* [TASK DESCRIPTION]
Retype every entry below without altering anything.

(Dataset entries)
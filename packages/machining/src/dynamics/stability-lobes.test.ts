import { describe, expect, it } from "vitest";
import { limitingDepthAtChatterFrequency } from "./limiting-depth-at-chatter-frequency.js";
import { stabilityLobes } from "./stability-lobes.js";
import { benchmarkCut, zoa3Cut } from "./test-systems.fixture.js";

const depths = (pts: ReturnType<typeof stabilityLobes>): number[] => pts.flatMap((p) => (p.limitingDepthMm === null ? [] : [p.limitingDepthMm]));
const rel = (a: number, b: number): number => Math.abs(a / b - 1);

describe("stabilityLobes", () => {
  const slot = stabilityLobes({ ...zoa3Cut, radialImmersion: 1, minRpm: 900, maxRpm: 20000 });

  it("returns 1000 speeds from minRpm to maxRpm by default, all with a finite boundary here", () => {
    expect(slot).toHaveLength(1000);
    expect(slot[0]!.rpm).toBe(900);
    expect(slot[999]!.rpm).toBeCloseTo(20000, 9);
    expect(depths(slot)).toHaveLength(1000);
    expect(depths(slot).every((d) => d > 0 && Number.isFinite(d))).toBe(true);
  });

  it("ZOA-3: the lowest point of the slot diagram is a_lim,min = 0.124496 mm (domain-reference ZOA-3)", () => {
    const fine = stabilityLobes({ ...zoa3Cut, radialImmersion: 1, minRpm: 16500, maxRpm: 17100, speeds: 601 });
    expect(rel(Math.min(...depths(fine)), 0.124496)).toBeLessThan(2e-4);
    expect(Math.min(...depths(slot))).toBeGreaterThan(0.124496 * (1 - 2e-4));
  });

  it("ZOA-4: at 6296.4 rpm the boundary is 0.13648 mm on lobe k = 1 (domain-reference ZOA-4 row fc 605 Hz)", () => {
    const p = stabilityLobes({ ...zoa3Cut, radialImmersion: 1, minRpm: 6296.4, maxRpm: 6296.5, speeds: 2 })[0]!;
    expect(rel(p.limitingDepthMm!, 0.13648)).toBeLessThan(5e-4);
    expect(p.lobeIndex).toBe(1);
    expect(p.chatterFrequencyHz).toBeCloseTo(605, 0);
  });

  it("ZOA-5: half immersion, branches tracked by continuity: minimum 0.325564 mm, never below it (domain-reference ZOA-5 and its §15 pitfall)", () => {
    const half = stabilityLobes({ ...zoa3Cut, radialImmersion: 0.5, millingDirection: "climb", minRpm: 3000, maxRpm: 30000, speeds: 3000 });
    const d = depths(half);
    expect(rel(Math.min(...d), 0.325564)).toBeLessThan(1e-3);
    // Every envelope point lies on a true boundary: re-evaluating the exact ZOA at its chatter
    // frequency returns the same depth on one branch (no stitched, mis-ordered branches).
    for (const p of half.filter((_, i) => i % 97 === 0)) {
      const exact = limitingDepthAtChatterFrequency({ ...zoa3Cut, radialImmersion: 0.5, millingDirection: "climb", chatterFrequencyHz: p.chatterFrequencyHz! });
      const best = Math.min(...exact.map((b) => rel(b.limitingDepthMm, p.limitingDepthMm!)));
      expect(best).toBeLessThan(5e-3);
    }
  });

  it("ZOA-6: 1-DOF benchmark slot minimum 0.298054 mm; ZOA-7 half up-milling 0.204858 mm; ZOA-8 half down-milling 0.640908 mm", () => {
    const lo = 5000;
    const hi = 60000;
    const s = stabilityLobes({ ...benchmarkCut, radialImmersion: 1, minRpm: lo, maxRpm: hi, speeds: 6000 });
    expect(rel(Math.min(...depths(s)), 0.298054)).toBeLessThan(1e-3);
    const up = stabilityLobes({ ...benchmarkCut, radialImmersion: 0.5, millingDirection: "conventional", minRpm: lo, maxRpm: hi, speeds: 6000 });
    expect(rel(Math.min(...depths(up)), 0.204858)).toBeLessThan(1e-3);
    const down = stabilityLobes({ ...benchmarkCut, radialImmersion: 0.5, millingDirection: "climb", minRpm: lo, maxRpm: hi, speeds: 6000 });
    expect(rel(Math.min(...depths(down)), 0.640908)).toBeLessThan(1e-3);
  });

  it("15a: matches the semi-discretization cross-check values within the stated agreement (domain-reference §15a, COMPUTED)", () => {
    // ZOA-3 slot vs SD within 0.3 %: ZOA values 0.1246 / 0.1366 / 0.2161 at 5900 / 6300 / 7000 rpm.
    const at = (rpm: number): number => stabilityLobes({ ...zoa3Cut, radialImmersion: 1, minRpm: rpm, maxRpm: rpm + 0.01, speeds: 2 })[0]!.limitingDepthMm!;
    expect(rel(at(5900), 0.1246)).toBeLessThan(3e-3);
    expect(rel(at(6300), 0.1366)).toBeLessThan(3e-3);
    expect(rel(at(7000), 0.2161)).toBeLessThan(3e-3);
  });

  it("rejects an empty mode list and a reversed speed range", () => {
    expect(() => stabilityLobes({ ...zoa3Cut, modes: [], radialImmersion: 1, minRpm: 1000, maxRpm: 2000 })).toThrow("stabilityLobes requires modes to hold at least one mode");
    expect(() => stabilityLobes({ ...zoa3Cut, radialImmersion: 1, minRpm: 3000, maxRpm: 2000 })).toThrow("stabilityLobes requires maxRpm > minRpm");
  });
});
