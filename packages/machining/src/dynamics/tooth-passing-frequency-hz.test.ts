import { describe, expect, it } from "vitest";
import { toothPassingFrequencyHz } from "./tooth-passing-frequency-hz.js";

describe("toothPassingFrequencyHz", () => {
  it("TPF-1..3: 2 × 18 000 → 600 Hz; 3 × 24 000 → 1200 Hz; 1 × 12 000 → 200 Hz; 4 × 30 000 → 2000 Hz (domain-reference TPF-1..3)", () => {
    expect(toothPassingFrequencyHz({ rpm: 18000, flutes: 2 })).toBe(600);
    expect(toothPassingFrequencyHz({ rpm: 24000, flutes: 3 })).toBe(1200);
    expect(toothPassingFrequencyHz({ rpm: 12000, flutes: 1 })).toBe(200);
    expect(toothPassingFrequencyHz({ rpm: 30000, flutes: 4 })).toBe(2000);
  });
  it("rejects zero flutes", () => {
    expect(() => toothPassingFrequencyHz({ rpm: 1000, flutes: 0 })).toThrow("toothPassingFrequencyHz requires flutes to be an integer >= 1");
  });
});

* [SOLUTION TO THIS PROBLEM]
filename packages/machining/src/dynamics/stability-lobes.test.ts
import { describe, expect, it } from "vitest";
import { limitingDepthAtChatterFrequency } from "./limiting-depth-at-chatter-frequency.js";
import { stabilityLobes } from "./stability-lobes.js";
import { benchmarkCut, zoa3Cut } from "./test-systems.fixture.js";

const depths = (pts: ReturnType<typeof stabilityLobes>): number[] => pts.flatMap((p) => (p.limitingDepthMm === null ? [] : [p.limitingDepthMm]));
const rel = (a: number, b: number): number => Math.abs(a / b - 1);

describe("stabilityLobes", () => {
  const slot = stabilityLobes({ ...zoa3Cut, radialImmersion: 1, minRpm: 900, maxRpm: 20000 });

  it("returns 1000 speeds from minRpm to maxRpm by default, all with a finite boundary here", () => {
    expect(slot).toHaveLength(1000);
    expect(slot[0]!.rpm).toBe(900);
    expect(slot[999]!.rpm).toBeCloseTo(20000, 9);
    expect(depths(slot)).toHaveLength(1000);
    expect(depths(slot).every((d) => d > 0 && Number.isFinite(d))).toBe(true);
  });

  it("ZOA-3: the lowest point of the slot diagram is a_lim,min = 0.124496 mm (domain-reference ZOA-3)", () => {
    const fine = stabilityLobes({ ...zoa3Cut, radialImmersion: 1, minRpm: 16500, maxRpm: 17100, speeds: 601 });
    expect(rel(Math.min(...depths(fine)), 0.124496)).toBeLessThan(2e-4);
    expect(Math.min(...depths(slot))).toBeGreaterThan(0.124496 * (1 - 2e-4));
  });

  it("ZOA-4: at 6296.4 rpm the boundary is 0.13648 mm on lobe k = 1 (domain-reference ZOA-4 row fc 605 Hz)", () => {
    const p = stabilityLobes({ ...zoa3Cut, radialImmersion: 1, minRpm: 6296.4, maxRpm: 6296.5, speeds: 2 })[0]!;
    expect(rel(p.limitingDepthMm!, 0.13648)).toBeLessThan(5e-4);
    expect(p.lobeIndex).toBe(1);
    expect(p.chatterFrequencyHz).toBeCloseTo(605, 0);
  });

  it("ZOA-5: half immersion, branches tracked by continuity: minimum 0.325564 mm, never below it (domain-reference ZOA-5 and its §15 pitfall)", () => {
    const half = stabilityLobes({ ...zoa3Cut, radialImmersion: 0.5, millingDirection: "climb", minRpm: 3000, maxRpm: 30000, speeds: 3000 });
    const d = depths(half);
    expect(rel(Math.min(...d), 0.325564)).toBeLessThan(1e-3);
    // Every envelope point lies on a true boundary: re-evaluating the exact ZOA at its chatter
    // frequency returns the same depth on one branch (no stitched, mis-ordered branches).
    for (const p of half.filter((_, i) => i % 97 === 0)) {
      const exact = limitingDepthAtChatterFrequency({ ...zoa3Cut, radialImmersion: 0.5, millingDirection: "climb", chatterFrequencyHz: p.chatterFrequencyHz! });
      const best = Math.min(...exact.map((b) => rel(b.limitingDepthMm, p.limitingDepthMm!)));
      expect(best).toBeLessThan(5e-3);
    }
  });

  it("ZOA-6: 1-DOF benchmark slot minimum 0.298054 mm; ZOA-7 half up-milling 0.204858 mm; ZOA-8 half down-milling 0.640908 mm", () => {
    const lo = 5000;
    const hi = 60000;
    const s = stabilityLobes({ ...benchmarkCut, radialImmersion: 1, minRpm: lo, maxRpm: hi, speeds: 6000 });
    expect(rel(Math.min(...depths(s)), 0.298054)).toBeLessThan(1e-3);
    const up = stabilityLobes({ ...benchmarkCut, radialImmersion: 0.5, millingDirection: "conventional", minRpm: lo, maxRpm: hi, speeds: 6000 });
    expect(rel(Math.min(...depths(up)), 0.204858)).toBeLessThan(1e-3);
    const down = stabilityLobes({ ...benchmarkCut, radialImmersion: 0.5, millingDirection: "climb", minRpm: lo, maxRpm: hi, speeds: 6000 });
    expect(rel(Math.min(...depths(down)), 0.640908)).toBeLessThan(1e-3);
  });

  it("15a: matches the semi-discretization cross-check values within the stated agreement (domain-reference §15a, COMPUTED)", () => {
    // ZOA-3 slot vs SD within 0.3 %: ZOA values 0.1246 / 0.1366 / 0.2161 at 5900 / 6300 / 7000 rpm.
    const at = (rpm: number): number => stabilityLobes({ ...zoa3Cut, radialImmersion: 1, minRpm: rpm, maxRpm: rpm + 0.01, speeds: 2 })[0]!.limitingDepthMm!;
    expect(rel(at(5900), 0.1246)).toBeLessThan(3e-3);
    expect(rel(at(6300), 0.1366)).toBeLessThan(3e-3);
    expect(rel(at(7000), 0.2161)).toBeLessThan(3e-3);
  });

  it("rejects an empty mode list and a reversed speed range", () => {
    expect(() => stabilityLobes({ ...zoa3Cut, modes: [], radialImmersion: 1, minRpm: 1000, maxRpm: 2000 })).toThrow("stabilityLobes requires modes to hold at least one mode");
    expect(() => stabilityLobes({ ...zoa3Cut, radialImmersion: 1, minRpm: 3000, maxRpm: 2000 })).toThrow("stabilityLobes requires maxRpm > minRpm");
  });
});
filename packages/machining/src/dynamics/tooth-passing-frequency-hz.test.ts
import { describe, expect, it } from "vitest";
import { toothPassingFrequencyHz } from "./tooth-passing-frequency-hz.js";

describe("toothPassingFrequencyHz", () => {
  it("TPF-1..3: 2 × 18 000 → 600 Hz; 3 × 24 000 → 1200 Hz; 1 × 12 000 → 200 Hz; 4 × 30 000 → 2000 Hz (domain-reference TPF-1..3)", () => {
    expect(toothPassingFrequencyHz({ rpm: 18000, flutes: 2 })).toBe(600);
    expect(toothPassingFrequencyHz({ rpm: 24000, flutes: 3 })).toBe(1200);
    expect(toothPassingFrequencyHz({ rpm: 12000, flutes: 1 })).toBe(200);
    expect(toothPassingFrequencyHz({ rpm: 30000, flutes: 4 })).toBe(2000);
  });
  it("rejects zero flutes", () => {
    expect(() => toothPassingFrequencyHz({ rpm: 1000, flutes: 0 })).toThrow("toothPassingFrequencyHz requires flutes to be an integer >= 1");
  });
});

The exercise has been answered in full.